Input data ::
● ● ●
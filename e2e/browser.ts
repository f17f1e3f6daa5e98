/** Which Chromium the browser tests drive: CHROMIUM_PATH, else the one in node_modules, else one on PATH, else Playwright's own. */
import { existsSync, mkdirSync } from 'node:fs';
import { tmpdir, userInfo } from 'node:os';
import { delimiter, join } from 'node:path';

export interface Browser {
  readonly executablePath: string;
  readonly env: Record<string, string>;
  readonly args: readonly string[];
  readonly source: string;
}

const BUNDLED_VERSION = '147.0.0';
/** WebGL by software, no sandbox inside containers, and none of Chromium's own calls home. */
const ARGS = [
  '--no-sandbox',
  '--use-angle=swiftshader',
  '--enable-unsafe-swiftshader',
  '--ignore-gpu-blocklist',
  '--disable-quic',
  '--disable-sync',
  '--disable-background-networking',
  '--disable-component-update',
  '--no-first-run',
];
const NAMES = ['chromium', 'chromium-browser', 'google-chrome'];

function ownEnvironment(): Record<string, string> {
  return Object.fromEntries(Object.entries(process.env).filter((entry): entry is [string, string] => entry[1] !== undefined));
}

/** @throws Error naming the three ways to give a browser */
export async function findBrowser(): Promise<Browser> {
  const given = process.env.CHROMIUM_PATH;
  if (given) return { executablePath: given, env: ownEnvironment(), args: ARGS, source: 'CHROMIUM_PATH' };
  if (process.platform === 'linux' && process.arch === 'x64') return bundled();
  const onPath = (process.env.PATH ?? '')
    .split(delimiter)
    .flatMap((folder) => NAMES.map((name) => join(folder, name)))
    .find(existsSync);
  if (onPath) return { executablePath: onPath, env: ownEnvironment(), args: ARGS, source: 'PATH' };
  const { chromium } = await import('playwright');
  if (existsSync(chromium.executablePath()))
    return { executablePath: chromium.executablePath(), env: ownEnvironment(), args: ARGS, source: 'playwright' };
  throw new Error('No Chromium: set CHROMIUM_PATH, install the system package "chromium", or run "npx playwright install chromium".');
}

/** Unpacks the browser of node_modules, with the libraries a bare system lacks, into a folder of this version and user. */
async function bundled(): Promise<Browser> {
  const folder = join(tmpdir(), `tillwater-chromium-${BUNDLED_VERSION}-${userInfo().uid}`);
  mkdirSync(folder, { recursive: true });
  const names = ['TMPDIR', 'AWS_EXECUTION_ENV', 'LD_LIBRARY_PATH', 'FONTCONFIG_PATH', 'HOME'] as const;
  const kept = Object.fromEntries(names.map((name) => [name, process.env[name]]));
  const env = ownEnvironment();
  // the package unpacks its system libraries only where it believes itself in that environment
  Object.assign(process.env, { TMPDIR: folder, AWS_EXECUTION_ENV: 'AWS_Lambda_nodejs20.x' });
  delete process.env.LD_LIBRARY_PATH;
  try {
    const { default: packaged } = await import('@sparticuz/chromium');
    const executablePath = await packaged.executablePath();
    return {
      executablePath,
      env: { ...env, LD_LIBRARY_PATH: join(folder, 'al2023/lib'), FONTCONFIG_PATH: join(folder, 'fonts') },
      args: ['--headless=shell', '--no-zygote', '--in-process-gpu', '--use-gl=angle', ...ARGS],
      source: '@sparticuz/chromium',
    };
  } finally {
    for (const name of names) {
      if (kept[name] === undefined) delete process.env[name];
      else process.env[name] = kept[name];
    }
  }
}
● ● ●
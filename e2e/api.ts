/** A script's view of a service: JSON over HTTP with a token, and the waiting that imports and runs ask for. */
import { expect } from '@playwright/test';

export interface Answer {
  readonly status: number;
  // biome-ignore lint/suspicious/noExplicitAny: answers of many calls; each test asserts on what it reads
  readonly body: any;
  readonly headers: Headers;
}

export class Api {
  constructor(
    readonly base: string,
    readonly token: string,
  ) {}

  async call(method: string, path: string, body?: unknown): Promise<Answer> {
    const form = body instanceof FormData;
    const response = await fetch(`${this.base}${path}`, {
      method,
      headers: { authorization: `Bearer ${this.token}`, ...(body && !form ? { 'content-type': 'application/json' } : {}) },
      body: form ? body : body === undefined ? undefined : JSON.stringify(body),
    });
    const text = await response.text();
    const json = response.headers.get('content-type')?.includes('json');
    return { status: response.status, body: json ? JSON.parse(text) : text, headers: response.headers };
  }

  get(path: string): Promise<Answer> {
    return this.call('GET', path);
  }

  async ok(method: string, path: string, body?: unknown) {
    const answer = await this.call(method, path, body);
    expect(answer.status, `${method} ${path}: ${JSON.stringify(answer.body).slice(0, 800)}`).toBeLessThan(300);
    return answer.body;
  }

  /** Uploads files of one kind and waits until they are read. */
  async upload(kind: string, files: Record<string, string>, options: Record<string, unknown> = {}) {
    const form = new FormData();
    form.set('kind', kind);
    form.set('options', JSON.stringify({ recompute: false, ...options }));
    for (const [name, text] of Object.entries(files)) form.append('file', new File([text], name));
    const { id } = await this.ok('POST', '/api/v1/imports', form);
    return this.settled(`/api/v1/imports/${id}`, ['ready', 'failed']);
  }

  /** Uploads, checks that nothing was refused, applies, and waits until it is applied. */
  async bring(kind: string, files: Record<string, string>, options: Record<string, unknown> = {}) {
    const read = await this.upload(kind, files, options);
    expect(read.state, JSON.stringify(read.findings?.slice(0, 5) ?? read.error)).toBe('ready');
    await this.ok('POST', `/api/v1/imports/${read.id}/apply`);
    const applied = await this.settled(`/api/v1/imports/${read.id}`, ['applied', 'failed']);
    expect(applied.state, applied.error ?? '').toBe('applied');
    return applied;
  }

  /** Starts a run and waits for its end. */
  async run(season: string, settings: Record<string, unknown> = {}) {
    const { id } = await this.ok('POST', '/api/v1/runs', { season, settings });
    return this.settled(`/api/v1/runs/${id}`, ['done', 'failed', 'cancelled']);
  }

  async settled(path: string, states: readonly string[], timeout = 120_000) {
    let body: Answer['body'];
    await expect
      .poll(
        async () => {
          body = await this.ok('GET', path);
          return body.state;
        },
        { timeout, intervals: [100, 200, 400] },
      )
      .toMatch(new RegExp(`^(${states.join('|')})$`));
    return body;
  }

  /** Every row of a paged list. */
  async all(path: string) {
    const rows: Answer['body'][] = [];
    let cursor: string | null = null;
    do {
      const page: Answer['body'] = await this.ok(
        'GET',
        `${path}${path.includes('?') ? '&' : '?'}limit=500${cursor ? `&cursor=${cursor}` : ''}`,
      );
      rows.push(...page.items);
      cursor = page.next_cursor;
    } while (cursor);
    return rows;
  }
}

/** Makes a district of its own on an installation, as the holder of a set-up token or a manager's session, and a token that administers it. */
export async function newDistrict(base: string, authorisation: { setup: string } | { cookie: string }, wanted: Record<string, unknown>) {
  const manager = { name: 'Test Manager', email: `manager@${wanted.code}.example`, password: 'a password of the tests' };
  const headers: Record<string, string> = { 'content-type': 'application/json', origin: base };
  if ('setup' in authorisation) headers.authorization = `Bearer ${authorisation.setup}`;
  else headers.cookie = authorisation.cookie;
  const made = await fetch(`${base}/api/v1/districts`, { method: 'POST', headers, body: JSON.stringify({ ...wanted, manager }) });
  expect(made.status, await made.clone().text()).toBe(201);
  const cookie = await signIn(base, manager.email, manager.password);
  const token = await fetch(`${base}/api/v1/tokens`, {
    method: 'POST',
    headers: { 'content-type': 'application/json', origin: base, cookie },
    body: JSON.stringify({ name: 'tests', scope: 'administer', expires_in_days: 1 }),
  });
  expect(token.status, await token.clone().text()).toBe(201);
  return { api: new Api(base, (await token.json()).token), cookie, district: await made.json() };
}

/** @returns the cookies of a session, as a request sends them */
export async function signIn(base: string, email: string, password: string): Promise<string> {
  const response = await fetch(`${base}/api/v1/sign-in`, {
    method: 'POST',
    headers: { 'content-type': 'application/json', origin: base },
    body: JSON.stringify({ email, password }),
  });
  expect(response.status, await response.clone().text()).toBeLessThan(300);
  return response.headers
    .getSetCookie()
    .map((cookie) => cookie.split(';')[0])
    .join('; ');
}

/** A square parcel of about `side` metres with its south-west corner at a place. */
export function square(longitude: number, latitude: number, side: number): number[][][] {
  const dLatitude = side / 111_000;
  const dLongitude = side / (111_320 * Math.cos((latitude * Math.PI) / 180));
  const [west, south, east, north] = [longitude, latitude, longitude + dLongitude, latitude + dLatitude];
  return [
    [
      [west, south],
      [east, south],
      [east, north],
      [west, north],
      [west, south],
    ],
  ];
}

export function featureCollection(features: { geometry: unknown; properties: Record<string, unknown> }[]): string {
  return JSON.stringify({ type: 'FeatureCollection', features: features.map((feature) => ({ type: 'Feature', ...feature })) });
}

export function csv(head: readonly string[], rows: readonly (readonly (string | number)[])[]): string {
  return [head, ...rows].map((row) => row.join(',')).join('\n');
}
● ● ●
Action item :: Your task is to copy every line in the entries that holds the string "content".

Expected output ::
      headers: { authorization: `Bearer ${this.token}`, ...(body && !form ? { 'content-type': 'application/json' } : {}) },
    const json = response.headers.get('content-type')?.includes('json');
  const headers: Record<string, string> = { 'content-type': 'application/json', origin: base };
    headers: { 'content-type': 'application/json', origin: base, cookie },
    headers: { 'content-type': 'application/json', origin: base },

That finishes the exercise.